## [Exercise]
The answer should be each line of the records that contains the word "SELECT"; please copy them all.

..........

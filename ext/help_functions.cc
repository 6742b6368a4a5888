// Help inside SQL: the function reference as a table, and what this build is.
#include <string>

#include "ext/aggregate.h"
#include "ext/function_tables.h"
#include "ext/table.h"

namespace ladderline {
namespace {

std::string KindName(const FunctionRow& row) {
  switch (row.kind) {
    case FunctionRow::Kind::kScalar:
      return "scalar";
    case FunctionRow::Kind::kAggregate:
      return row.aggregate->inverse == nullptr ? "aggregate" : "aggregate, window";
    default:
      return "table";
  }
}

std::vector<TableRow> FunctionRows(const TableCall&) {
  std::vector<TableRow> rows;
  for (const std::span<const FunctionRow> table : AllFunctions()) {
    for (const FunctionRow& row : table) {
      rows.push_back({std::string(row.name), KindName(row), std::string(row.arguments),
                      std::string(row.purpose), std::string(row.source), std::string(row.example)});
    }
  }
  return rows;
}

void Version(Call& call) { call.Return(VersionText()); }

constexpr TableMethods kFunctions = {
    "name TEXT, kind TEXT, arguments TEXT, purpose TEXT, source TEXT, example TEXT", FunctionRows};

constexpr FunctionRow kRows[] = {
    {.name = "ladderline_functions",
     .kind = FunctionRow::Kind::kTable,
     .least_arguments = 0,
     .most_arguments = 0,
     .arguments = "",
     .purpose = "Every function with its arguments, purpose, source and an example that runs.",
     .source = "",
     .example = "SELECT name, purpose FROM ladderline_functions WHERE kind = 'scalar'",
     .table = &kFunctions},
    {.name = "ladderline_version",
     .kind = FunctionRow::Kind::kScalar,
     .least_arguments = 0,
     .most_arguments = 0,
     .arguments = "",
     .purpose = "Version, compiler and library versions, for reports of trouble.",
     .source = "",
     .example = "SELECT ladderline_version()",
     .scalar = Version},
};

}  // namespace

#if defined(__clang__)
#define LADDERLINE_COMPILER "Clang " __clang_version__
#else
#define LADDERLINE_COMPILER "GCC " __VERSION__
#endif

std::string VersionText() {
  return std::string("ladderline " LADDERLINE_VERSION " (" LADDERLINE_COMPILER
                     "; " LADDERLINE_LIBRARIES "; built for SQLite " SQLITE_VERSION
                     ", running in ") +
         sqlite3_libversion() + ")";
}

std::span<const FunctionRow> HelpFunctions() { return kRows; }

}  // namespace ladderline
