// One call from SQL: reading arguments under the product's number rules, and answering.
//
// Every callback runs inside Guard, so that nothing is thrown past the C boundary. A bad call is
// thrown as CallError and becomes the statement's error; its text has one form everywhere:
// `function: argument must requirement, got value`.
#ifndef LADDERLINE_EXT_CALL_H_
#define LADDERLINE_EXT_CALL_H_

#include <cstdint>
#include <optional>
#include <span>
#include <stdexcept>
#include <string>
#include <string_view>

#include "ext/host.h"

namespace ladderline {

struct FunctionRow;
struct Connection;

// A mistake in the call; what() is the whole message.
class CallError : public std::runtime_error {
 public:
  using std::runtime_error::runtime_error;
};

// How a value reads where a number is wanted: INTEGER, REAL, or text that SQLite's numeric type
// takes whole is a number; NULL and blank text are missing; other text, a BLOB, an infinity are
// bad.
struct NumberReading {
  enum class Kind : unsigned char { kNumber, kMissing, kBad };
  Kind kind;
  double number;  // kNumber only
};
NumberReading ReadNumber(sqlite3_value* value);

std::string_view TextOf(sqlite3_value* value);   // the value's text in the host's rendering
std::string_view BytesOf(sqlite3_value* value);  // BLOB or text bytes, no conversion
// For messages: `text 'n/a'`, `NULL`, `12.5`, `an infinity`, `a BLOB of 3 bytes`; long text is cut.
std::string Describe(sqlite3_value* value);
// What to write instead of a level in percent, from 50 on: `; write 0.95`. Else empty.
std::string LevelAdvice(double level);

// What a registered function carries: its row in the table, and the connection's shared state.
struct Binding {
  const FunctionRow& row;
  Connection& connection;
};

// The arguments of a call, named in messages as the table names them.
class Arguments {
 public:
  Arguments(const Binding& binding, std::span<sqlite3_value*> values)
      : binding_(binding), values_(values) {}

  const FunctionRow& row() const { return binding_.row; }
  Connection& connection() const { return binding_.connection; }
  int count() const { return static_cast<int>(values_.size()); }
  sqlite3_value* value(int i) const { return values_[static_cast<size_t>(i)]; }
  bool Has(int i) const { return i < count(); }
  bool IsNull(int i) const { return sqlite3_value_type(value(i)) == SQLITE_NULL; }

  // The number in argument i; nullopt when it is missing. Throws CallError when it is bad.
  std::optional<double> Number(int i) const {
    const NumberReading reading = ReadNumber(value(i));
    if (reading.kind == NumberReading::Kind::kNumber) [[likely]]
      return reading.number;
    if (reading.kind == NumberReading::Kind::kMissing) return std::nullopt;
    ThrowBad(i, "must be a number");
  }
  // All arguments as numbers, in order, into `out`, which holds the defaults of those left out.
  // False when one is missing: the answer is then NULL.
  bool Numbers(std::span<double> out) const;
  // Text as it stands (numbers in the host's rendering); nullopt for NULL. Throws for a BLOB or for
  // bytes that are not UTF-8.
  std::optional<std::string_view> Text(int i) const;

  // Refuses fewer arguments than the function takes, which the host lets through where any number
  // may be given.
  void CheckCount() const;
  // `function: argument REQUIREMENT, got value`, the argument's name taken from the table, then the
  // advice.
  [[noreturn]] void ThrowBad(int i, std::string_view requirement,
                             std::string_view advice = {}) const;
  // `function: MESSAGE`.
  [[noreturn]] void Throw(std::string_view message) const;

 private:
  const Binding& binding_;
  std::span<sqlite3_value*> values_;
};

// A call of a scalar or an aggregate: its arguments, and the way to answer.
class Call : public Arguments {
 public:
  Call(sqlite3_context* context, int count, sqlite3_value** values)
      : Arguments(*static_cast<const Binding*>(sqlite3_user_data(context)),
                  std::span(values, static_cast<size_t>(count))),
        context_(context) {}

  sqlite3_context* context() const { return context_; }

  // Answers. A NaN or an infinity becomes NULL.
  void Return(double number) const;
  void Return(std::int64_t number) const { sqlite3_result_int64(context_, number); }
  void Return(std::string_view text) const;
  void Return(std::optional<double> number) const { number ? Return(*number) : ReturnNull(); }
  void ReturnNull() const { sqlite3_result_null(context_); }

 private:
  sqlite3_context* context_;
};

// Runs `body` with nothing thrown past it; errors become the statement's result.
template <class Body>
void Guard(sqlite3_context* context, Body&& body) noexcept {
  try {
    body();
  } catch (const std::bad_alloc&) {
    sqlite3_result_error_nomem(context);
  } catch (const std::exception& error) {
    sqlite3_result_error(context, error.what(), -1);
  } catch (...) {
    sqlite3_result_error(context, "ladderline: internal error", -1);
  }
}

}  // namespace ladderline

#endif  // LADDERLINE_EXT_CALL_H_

..........

## [Expected answer]
     .example = "SELECT name, purpose FROM ladderline_functions WHERE kind = 'scalar'",
     .example = "SELECT ladderline_version()",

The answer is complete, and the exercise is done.